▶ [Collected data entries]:
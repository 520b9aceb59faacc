import { methodTable, type Method } from "./method";

const ICMR_GUIDELINES_FOR = "ICMR guidelines for type 1 diabetes 2022, insulin chapter";
const MSD_MANUAL_PROFESSIONAL = "MSD Manual Professional 2024";
const UPTODATE_TABLE = "UpToDate table";
const DIABETES_CARE_TABLE = "Diabetes Care, table 5 on regimens after ketoacidosis";
const ISPAD_INSULIN_CHAPTER = "ISPAD insulin chapter 2018 and 2022";
const AACE_2010_PREGNANCY = "AACE 2010 pregnancy protocol";

/**
 * Total daily dose from body weight in childhood and pregnancy: settings.md 1.1.
 * U a day. The gate is closed for both, so only an educator ever sees these.
 */
export const DOSE_EDUCATOR_ONLY_METHODS: ReadonlyArray<Method> = methodTable("totalDailyDose", [
  ["weight-0.5-remission", "up to 0.5 U for each kg, remission", [{ constant: 0.5, times: ["weightKg"] }], "child", ICMR_GUIDELINES_FOR, "R"],
  ["weight-0.7-before-puberty", "0.7 U for each kg before puberty, low end", [{ constant: 0.7, times: ["weightKg"] }], "child",
    ICMR_GUIDELINES_FOR, "R"],
  ["weight-0.9-before-puberty", "0.9 U for each kg before puberty, high end", [{ constant: 0.9, times: ["weightKg"] }], "child",
    ICMR_GUIDELINES_FOR, "R"],
  ["weight-1.2-puberty", "1.2 U for each kg in puberty, low end", [{ constant: 1.2, times: ["weightKg"] }], "child", ICMR_GUIDELINES_FOR, "R"],
  ["weight-2.0-puberty", "2.0 U for each kg in puberty, high end", [{ constant: 2, times: ["weightKg"] }], "child", ICMR_GUIDELINES_FOR, "R"],
  ["weight-0.7-after-remission", "0.7 U for each kg after remission, low end", [{ constant: 0.7, times: ["weightKg"] }], "child",
    MSD_MANUAL_PROFESSIONAL, "R"],
  ["weight-1.0-after-remission", "1.0 U for each kg after remission, high end", [{ constant: 1, times: ["weightKg"] }], "child",
    MSD_MANUAL_PROFESSIONAL, "R"],
  ["weight-1.5-puberty", "up to 1.5 U for each kg in puberty", [{ constant: 1.5, times: ["weightKg"] }], "child", MSD_MANUAL_PROFESSIONAL, "R"],
  ["weight-0.3-new", "0.3 U for each kg, newly diagnosed before puberty, low end", [{ constant: 0.3, times: ["weightKg"] }], "child",
    UPTODATE_TABLE, "R"],
  ["weight-0.7-new", "0.7 U for each kg, newly diagnosed before puberty, high end", [{ constant: 0.7, times: ["weightKg"] }], "child",
    UPTODATE_TABLE, "R"],
  ["weight-1.0-new", "1.0 U for each kg, puberty or after ketoacidosis, high end", [{ constant: 1, times: ["weightKg"] }], "child",
    UPTODATE_TABLE, "R"],
  ["weight-0.75-after-ketoacidosis", "0.75 U for each kg after ketoacidosis, before puberty, low end", [{ constant: 0.75, times: ["weightKg"] }], "child",
    DIABETES_CARE_TABLE, "R"],
  ["weight-1.0-after-ketoacidosis", "1.0 U for each kg after ketoacidosis, before and in puberty", [{ constant: 1, times: ["weightKg"] }], "child",
    DIABETES_CARE_TABLE, "R"],
  ["weight-1.2-after-ketoacidosis", "1.2 U for each kg after ketoacidosis, in puberty, high end", [{ constant: 1.2, times: ["weightKg"] }], "child",
    DIABETES_CARE_TABLE, "R"],
  ["weight-0.7-ispad", "0.7 U for each kg before puberty, low end of 0.7 to 1.0", [{ constant: 0.7, times: ["weightKg"] }], "child",
    ISPAD_INSULIN_CHAPTER, "M"],
  ["weight-1.0-ispad", "1.0 U for each kg, high end before and low end in puberty", [{ constant: 1, times: ["weightKg"] }], "child",
    ISPAD_INSULIN_CHAPTER, "M"],
  ["weight-2.0-ispad", "2.0 U for each kg in puberty, high end of 1 to 2", [{ constant: 2, times: ["weightKg"] }], "child",
    ISPAD_INSULIN_CHAPTER, "M"],
  ["weight-0.6-preconception", "0.6 U for each kg before conception", [{ constant: 0.6, times: ["weightKg"] }], "pregnancy",
    AACE_2010_PREGNANCY, "S"],
  ["weight-0.7-first-trimester", "0.7 U for each kg, first trimester", [{ constant: 0.7, times: ["weightKg"] }], "pregnancy",
    AACE_2010_PREGNANCY, "S"],
  ["weight-0.8-second-trimester", "0.8 U for each kg, second trimester", [{ constant: 0.8, times: ["weightKg"] }], "pregnancy",
    AACE_2010_PREGNANCY, "S"],
  ["weight-0.9-third-trimester", "0.9 U for each kg, third trimester", [{ constant: 0.9, times: ["weightKg"] }], "pregnancy",
    AACE_2010_PREGNANCY, "M"],
  ["weight-1.0-term", "1.0 U for each kg, at term", [{ constant: 1, times: ["weightKg"] }], "pregnancy", AACE_2010_PREGNANCY, "M"],
]);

▶ [Aim of the exercise]: Each record must be reproduced exactly. Keep every one.

▶ [Solution for this task]:
repository 520b9aceb59faacc
import { methodTable, type Method } from "./method";

const ICMR_GUIDELINES_FOR = "ICMR guidelines for type 1 diabetes 2022, insulin chapter";
const MSD_MANUAL_PROFESSIONAL = "MSD Manual Professional 2024";
const UPTODATE_TABLE = "UpToDate table";
const DIABETES_CARE_TABLE = "Diabetes Care, table 5 on regimens after ketoacidosis";
const ISPAD_INSULIN_CHAPTER = "ISPAD insulin chapter 2018 and 2022";
const AACE_2010_PREGNANCY = "AACE 2010 pregnancy protocol";

/**
 * Total daily dose from body weight in childhood and pregnancy: settings.md 1.1.
 * U a day. The gate is closed for both, so only an educator ever sees these.
 */
export const DOSE_EDUCATOR_ONLY_METHODS: ReadonlyArray<Method> = methodTable("totalDailyDose", [
  ["weight-0.5-remission", "up to 0.5 U for each kg, remission", [{ constant: 0.5, times: ["weightKg"] }], "child", ICMR_GUIDELINES_FOR, "R"],
  ["weight-0.7-before-puberty", "0.7 U for each kg before puberty, low end", [{ constant: 0.7, times: ["weightKg"] }], "child",
    ICMR_GUIDELINES_FOR, "R"],
  ["weight-0.9-before-puberty", "0.9 U for each kg before puberty, high end", [{ constant: 0.9, times: ["weightKg"] }], "child",
    ICMR_GUIDELINES_FOR, "R"],
  ["weight-1.2-puberty", "1.2 U for each kg in puberty, low end", [{ constant: 1.2, times: ["weightKg"] }], "child", ICMR_GUIDELINES_FOR, "R"],
  ["weight-2.0-puberty", "2.0 U for each kg in puberty, high end", [{ constant: 2, times: ["weightKg"] }], "child", ICMR_GUIDELINES_FOR, "R"],
  ["weight-0.7-after-remission", "0.7 U for each kg after remission, low end", [{ constant: 0.7, times: ["weightKg"] }], "child",
    MSD_MANUAL_PROFESSIONAL, "R"],
  ["weight-1.0-after-remission", "1.0 U for each kg after remission, high end", [{ constant: 1, times: ["weightKg"] }], "child",
    MSD_MANUAL_PROFESSIONAL, "R"],
  ["weight-1.5-puberty", "up to 1.5 U for each kg in puberty", [{ constant: 1.5, times: ["weightKg"] }], "child", MSD_MANUAL_PROFESSIONAL, "R"],
  ["weight-0.3-new", "0.3 U for each kg, newly diagnosed before puberty, low end", [{ constant: 0.3, times: ["weightKg"] }], "child",
    UPTODATE_TABLE, "R"],
  ["weight-0.7-new", "0.7 U for each kg, newly diagnosed before puberty, high end", [{ constant: 0.7, times: ["weightKg"] }], "child",
    UPTODATE_TABLE, "R"],
  ["weight-1.0-new", "1.0 U for each kg, puberty or after ketoacidosis, high end", [{ constant: 1, times: ["weightKg"] }], "child",
    UPTODATE_TABLE, "R"],
  ["weight-0.75-after-ketoacidosis", "0.75 U for each kg after ketoacidosis, before puberty, low end", [{ constant: 0.75, times: ["weightKg"] }], "child",
    DIABETES_CARE_TABLE, "R"],
  ["weight-1.0-after-ketoacidosis", "1.0 U for each kg after ketoacidosis, before and in puberty", [{ constant: 1, times: ["weightKg"] }], "child",
    DIABETES_CARE_TABLE, "R"],
  ["weight-1.2-after-ketoacidosis", "1.2 U for each kg after ketoacidosis, in puberty, high end", [{ constant: 1.2, times: ["weightKg"] }], "child",
    DIABETES_CARE_TABLE, "R"],
  ["weight-0.7-ispad", "0.7 U for each kg before puberty, low end of 0.7 to 1.0", [{ constant: 0.7, times: ["weightKg"] }], "child",
    ISPAD_INSULIN_CHAPTER, "M"],
  ["weight-1.0-ispad", "1.0 U for each kg, high end before and low end in puberty", [{ constant: 1, times: ["weightKg"] }], "child",
    ISPAD_INSULIN_CHAPTER, "M"],
  ["weight-2.0-ispad", "2.0 U for each kg in puberty, high end of 1 to 2", [{ constant: 2, times: ["weightKg"] }], "child",
    ISPAD_INSULIN_CHAPTER, "M"],
  ["weight-0.6-preconception", "0.6 U for each kg before conception", [{ constant: 0.6, times: ["weightKg"] }], "pregnancy",
    AACE_2010_PREGNANCY, "S"],
  ["weight-0.7-first-trimester", "0.7 U for each kg, first trimester", [{ constant: 0.7, times: ["weightKg"] }], "pregnancy",
    AACE_2010_PREGNANCY, "S"],
  ["weight-0.8-second-trimester", "0.8 U for each kg, second trimester", [{ constant: 0.8, times: ["weightKg"] }], "pregnancy",
    AACE_2010_PREGNANCY, "S"],
  ["weight-0.9-third-trimester", "0.9 U for each kg, third trimester", [{ constant: 0.9, times: ["weightKg"] }], "pregnancy",
    AACE_2010_PREGNANCY, "M"],
  ["weight-1.0-term", "1.0 U for each kg, at term", [{ constant: 1, times: ["weightKg"] }], "pregnancy", AACE_2010_PREGNANCY, "M"],
]);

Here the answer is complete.